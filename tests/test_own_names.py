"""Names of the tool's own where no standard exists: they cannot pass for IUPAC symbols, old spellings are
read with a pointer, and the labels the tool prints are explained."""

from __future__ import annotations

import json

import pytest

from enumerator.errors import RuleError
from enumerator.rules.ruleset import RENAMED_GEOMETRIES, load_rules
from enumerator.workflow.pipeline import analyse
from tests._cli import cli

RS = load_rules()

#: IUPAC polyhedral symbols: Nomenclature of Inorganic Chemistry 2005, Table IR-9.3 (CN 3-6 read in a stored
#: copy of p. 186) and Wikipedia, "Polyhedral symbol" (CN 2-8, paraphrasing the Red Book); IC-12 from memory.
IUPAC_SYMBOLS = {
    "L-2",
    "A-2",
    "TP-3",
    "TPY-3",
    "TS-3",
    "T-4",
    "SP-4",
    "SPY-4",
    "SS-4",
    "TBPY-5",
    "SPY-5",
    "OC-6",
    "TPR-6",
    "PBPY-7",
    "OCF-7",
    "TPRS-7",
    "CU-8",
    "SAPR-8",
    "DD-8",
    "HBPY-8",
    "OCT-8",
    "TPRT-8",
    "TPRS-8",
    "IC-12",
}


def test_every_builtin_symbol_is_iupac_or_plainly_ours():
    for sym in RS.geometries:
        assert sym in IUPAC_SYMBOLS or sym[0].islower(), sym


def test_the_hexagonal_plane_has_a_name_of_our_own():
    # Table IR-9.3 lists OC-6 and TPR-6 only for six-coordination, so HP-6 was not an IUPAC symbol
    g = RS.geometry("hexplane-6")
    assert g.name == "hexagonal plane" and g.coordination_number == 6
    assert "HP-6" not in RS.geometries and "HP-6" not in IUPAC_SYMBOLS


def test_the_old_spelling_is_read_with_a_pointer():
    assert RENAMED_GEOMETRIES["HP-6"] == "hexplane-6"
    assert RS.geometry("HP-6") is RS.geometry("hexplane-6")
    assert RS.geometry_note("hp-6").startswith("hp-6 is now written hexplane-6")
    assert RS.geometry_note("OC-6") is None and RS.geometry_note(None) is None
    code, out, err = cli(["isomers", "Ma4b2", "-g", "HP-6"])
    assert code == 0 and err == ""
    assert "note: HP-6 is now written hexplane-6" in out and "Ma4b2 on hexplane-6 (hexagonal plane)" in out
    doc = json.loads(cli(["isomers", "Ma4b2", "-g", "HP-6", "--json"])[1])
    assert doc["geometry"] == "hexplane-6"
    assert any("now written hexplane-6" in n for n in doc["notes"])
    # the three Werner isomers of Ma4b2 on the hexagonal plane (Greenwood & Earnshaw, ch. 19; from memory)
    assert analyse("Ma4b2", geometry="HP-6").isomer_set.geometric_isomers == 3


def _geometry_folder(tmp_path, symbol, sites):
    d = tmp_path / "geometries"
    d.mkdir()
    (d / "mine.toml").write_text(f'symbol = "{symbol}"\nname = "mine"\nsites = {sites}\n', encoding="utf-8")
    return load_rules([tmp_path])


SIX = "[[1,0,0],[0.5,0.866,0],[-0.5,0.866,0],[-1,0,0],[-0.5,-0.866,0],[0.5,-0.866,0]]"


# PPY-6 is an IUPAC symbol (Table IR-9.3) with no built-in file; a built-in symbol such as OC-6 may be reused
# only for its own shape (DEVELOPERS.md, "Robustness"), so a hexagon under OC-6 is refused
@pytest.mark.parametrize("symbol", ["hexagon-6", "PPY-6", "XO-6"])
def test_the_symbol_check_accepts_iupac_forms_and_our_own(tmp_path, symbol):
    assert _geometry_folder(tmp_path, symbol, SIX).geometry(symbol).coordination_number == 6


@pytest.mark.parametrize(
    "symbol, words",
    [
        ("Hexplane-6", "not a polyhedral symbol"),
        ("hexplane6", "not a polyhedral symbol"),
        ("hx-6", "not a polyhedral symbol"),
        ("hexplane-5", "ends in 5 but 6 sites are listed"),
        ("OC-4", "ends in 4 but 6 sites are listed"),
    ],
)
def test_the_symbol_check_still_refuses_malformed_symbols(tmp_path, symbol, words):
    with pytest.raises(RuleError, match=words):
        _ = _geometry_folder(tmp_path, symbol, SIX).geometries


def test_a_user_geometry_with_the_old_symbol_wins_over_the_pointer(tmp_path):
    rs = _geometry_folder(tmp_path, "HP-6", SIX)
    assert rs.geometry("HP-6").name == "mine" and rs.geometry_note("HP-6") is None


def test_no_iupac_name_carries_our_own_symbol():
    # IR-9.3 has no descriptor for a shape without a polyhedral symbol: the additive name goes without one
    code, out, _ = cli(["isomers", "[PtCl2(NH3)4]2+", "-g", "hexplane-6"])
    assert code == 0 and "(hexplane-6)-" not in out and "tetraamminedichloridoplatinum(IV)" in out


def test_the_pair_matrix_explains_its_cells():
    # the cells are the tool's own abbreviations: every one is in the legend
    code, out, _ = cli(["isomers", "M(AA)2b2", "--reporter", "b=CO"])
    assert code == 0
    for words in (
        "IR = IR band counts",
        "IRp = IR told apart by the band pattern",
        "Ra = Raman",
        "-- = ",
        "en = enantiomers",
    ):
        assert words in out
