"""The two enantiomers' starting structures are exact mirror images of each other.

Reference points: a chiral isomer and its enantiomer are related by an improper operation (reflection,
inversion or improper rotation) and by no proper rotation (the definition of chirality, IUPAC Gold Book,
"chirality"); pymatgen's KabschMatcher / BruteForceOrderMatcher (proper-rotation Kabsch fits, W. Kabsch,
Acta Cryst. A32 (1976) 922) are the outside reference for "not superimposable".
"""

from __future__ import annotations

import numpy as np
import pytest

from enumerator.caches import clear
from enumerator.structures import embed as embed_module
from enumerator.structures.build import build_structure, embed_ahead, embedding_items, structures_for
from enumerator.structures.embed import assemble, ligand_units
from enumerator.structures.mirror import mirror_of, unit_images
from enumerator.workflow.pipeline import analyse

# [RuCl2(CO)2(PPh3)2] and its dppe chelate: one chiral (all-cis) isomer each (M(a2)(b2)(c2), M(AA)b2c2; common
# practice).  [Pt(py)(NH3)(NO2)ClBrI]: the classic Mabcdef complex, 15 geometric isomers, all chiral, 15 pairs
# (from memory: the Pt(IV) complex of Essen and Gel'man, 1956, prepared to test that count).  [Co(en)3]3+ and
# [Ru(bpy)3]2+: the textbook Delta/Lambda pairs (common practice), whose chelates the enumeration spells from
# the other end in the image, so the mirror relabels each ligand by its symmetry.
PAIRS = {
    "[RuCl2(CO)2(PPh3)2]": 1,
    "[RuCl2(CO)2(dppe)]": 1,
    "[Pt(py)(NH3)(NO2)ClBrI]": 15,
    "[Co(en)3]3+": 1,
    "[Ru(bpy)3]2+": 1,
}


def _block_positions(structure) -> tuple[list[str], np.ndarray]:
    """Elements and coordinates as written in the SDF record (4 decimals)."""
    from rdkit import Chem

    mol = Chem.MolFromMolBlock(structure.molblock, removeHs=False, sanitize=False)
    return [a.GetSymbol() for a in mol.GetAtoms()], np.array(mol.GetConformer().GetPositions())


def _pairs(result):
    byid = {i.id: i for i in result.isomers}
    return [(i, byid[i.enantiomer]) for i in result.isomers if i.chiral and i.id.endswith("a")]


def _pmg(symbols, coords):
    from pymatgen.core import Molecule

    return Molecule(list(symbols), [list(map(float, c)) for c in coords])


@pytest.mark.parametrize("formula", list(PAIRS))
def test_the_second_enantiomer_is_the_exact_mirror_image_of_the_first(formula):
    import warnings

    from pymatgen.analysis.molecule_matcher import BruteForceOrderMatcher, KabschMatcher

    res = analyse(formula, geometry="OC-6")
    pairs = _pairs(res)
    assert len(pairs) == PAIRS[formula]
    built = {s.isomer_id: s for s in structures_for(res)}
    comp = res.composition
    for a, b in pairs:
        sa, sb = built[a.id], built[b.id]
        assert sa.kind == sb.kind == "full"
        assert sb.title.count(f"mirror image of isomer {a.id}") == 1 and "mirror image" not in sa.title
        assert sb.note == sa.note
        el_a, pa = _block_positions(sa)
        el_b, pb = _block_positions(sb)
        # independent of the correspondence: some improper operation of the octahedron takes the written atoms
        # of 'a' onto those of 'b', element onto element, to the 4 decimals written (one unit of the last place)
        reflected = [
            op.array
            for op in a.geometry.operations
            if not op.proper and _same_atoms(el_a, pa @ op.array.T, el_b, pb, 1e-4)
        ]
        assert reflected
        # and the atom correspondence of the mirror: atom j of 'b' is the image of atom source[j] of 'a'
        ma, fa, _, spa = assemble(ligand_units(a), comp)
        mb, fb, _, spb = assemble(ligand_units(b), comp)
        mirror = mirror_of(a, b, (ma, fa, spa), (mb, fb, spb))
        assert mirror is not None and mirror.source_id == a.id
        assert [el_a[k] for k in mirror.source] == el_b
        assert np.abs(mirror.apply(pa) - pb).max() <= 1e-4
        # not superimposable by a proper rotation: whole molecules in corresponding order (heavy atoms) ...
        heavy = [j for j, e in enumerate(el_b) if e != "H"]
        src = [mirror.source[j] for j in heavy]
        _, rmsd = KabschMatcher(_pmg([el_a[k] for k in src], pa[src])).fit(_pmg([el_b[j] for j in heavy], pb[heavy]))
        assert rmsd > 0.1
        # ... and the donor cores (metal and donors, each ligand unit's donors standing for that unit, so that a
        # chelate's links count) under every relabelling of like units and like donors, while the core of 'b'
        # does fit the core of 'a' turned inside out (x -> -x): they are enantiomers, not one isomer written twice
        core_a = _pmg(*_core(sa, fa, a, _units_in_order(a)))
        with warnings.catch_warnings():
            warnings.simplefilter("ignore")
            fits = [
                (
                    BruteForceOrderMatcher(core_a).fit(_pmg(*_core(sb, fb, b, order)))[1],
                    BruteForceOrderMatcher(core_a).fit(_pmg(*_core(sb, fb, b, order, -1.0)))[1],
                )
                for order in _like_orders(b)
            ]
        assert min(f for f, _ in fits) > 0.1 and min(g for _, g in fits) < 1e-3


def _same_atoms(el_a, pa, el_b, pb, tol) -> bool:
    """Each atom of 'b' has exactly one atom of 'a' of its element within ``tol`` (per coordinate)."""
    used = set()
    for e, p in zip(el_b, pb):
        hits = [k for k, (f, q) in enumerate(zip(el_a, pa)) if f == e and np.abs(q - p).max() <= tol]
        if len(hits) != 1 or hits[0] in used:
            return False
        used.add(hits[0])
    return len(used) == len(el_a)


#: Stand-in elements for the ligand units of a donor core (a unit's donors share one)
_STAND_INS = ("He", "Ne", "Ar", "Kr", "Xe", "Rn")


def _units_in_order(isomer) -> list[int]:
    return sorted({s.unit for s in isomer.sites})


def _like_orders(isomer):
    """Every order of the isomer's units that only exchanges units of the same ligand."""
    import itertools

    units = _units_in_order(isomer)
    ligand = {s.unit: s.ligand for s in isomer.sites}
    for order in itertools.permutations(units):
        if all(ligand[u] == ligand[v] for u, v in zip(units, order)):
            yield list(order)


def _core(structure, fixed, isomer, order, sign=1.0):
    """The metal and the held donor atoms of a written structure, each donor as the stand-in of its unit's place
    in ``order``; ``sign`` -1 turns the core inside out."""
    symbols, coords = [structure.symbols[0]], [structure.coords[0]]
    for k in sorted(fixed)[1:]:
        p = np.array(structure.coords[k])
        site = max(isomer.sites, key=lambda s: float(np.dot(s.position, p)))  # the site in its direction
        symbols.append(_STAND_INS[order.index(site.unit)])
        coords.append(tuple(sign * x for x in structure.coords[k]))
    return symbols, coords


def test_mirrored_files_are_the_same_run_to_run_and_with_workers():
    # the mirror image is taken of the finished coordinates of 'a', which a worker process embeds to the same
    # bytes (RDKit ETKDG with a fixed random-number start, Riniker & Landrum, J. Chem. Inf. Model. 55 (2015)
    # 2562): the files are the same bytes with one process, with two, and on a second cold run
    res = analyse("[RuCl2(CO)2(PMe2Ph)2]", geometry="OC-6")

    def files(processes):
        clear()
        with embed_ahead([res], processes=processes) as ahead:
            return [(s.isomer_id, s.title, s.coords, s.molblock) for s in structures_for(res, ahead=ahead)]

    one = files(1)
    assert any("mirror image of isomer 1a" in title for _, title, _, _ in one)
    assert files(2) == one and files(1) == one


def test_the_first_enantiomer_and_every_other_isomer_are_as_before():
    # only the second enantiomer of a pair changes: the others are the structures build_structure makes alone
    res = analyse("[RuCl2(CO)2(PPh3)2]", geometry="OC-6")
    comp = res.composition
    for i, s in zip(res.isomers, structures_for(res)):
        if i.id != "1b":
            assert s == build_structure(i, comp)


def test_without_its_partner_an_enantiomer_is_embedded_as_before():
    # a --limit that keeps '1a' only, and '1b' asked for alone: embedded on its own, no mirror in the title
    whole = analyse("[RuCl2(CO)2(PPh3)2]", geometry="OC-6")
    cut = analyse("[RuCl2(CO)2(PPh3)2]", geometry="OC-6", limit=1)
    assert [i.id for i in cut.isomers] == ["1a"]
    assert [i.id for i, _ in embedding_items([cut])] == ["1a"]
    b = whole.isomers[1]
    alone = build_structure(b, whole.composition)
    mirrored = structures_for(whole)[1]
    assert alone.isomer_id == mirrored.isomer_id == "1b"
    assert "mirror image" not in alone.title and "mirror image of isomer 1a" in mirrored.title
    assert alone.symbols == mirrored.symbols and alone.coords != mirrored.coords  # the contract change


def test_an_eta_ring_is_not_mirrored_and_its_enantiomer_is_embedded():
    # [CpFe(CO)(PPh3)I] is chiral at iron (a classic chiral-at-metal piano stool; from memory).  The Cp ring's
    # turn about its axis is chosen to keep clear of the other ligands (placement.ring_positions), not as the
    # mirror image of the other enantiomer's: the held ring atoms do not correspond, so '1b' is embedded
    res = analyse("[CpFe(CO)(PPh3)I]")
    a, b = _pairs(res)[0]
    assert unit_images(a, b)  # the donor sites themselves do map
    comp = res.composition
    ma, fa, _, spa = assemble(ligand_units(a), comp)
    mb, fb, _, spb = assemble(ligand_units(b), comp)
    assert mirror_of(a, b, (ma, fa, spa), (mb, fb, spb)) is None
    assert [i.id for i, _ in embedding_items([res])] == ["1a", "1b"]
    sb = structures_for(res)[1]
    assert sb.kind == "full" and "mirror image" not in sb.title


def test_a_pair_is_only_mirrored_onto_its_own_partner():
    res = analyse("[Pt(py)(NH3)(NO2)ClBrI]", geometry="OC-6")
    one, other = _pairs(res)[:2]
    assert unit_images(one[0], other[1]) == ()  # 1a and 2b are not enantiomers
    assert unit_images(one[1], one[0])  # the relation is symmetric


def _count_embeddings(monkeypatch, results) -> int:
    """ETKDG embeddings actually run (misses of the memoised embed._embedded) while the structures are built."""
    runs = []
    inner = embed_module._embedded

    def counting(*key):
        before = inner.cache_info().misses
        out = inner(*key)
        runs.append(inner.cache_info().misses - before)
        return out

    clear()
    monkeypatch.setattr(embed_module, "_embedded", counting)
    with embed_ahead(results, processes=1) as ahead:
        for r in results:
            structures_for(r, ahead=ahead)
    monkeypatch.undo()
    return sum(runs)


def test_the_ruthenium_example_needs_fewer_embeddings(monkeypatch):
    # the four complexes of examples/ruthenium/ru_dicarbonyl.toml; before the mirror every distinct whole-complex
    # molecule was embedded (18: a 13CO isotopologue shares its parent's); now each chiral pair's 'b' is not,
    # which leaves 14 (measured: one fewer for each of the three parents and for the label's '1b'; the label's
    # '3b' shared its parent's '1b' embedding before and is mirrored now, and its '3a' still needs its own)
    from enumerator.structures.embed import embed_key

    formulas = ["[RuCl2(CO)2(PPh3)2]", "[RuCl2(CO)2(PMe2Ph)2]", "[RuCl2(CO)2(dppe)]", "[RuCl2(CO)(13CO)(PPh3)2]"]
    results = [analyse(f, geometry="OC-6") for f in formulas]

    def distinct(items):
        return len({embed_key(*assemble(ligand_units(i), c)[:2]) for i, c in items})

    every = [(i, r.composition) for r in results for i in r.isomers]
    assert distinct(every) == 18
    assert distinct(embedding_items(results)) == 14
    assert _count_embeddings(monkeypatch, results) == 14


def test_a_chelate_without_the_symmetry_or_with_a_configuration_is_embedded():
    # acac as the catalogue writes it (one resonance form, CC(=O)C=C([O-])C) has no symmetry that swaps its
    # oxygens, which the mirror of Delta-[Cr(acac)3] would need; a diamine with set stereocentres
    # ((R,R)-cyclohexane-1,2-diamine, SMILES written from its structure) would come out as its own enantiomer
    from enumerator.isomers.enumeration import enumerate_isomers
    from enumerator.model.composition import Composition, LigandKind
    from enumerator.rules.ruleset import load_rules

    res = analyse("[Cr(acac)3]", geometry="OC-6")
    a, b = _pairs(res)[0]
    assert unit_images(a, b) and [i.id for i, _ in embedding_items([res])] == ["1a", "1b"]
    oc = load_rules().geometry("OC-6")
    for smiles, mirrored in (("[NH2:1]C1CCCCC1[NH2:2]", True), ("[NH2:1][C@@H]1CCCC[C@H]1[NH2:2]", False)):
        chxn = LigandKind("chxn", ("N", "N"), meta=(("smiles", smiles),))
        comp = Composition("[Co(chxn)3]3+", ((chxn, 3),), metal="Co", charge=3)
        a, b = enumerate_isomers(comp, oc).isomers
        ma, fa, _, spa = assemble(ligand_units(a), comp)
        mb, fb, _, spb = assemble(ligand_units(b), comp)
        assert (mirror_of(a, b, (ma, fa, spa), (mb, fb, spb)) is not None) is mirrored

******

** WHAT IS NEEDED **
Using the records above, copy all lines that include the word "donors".

** RESPONSE BOX **
        # ... and the donor cores (metal and donors, each ligand unit's donors standing for that unit, so that a
        # chelate's links count) under every relabelling of like units and like donors, while the core of 'b'
#: Stand-in elements for the ligand units of a donor core (a unit's donors share one)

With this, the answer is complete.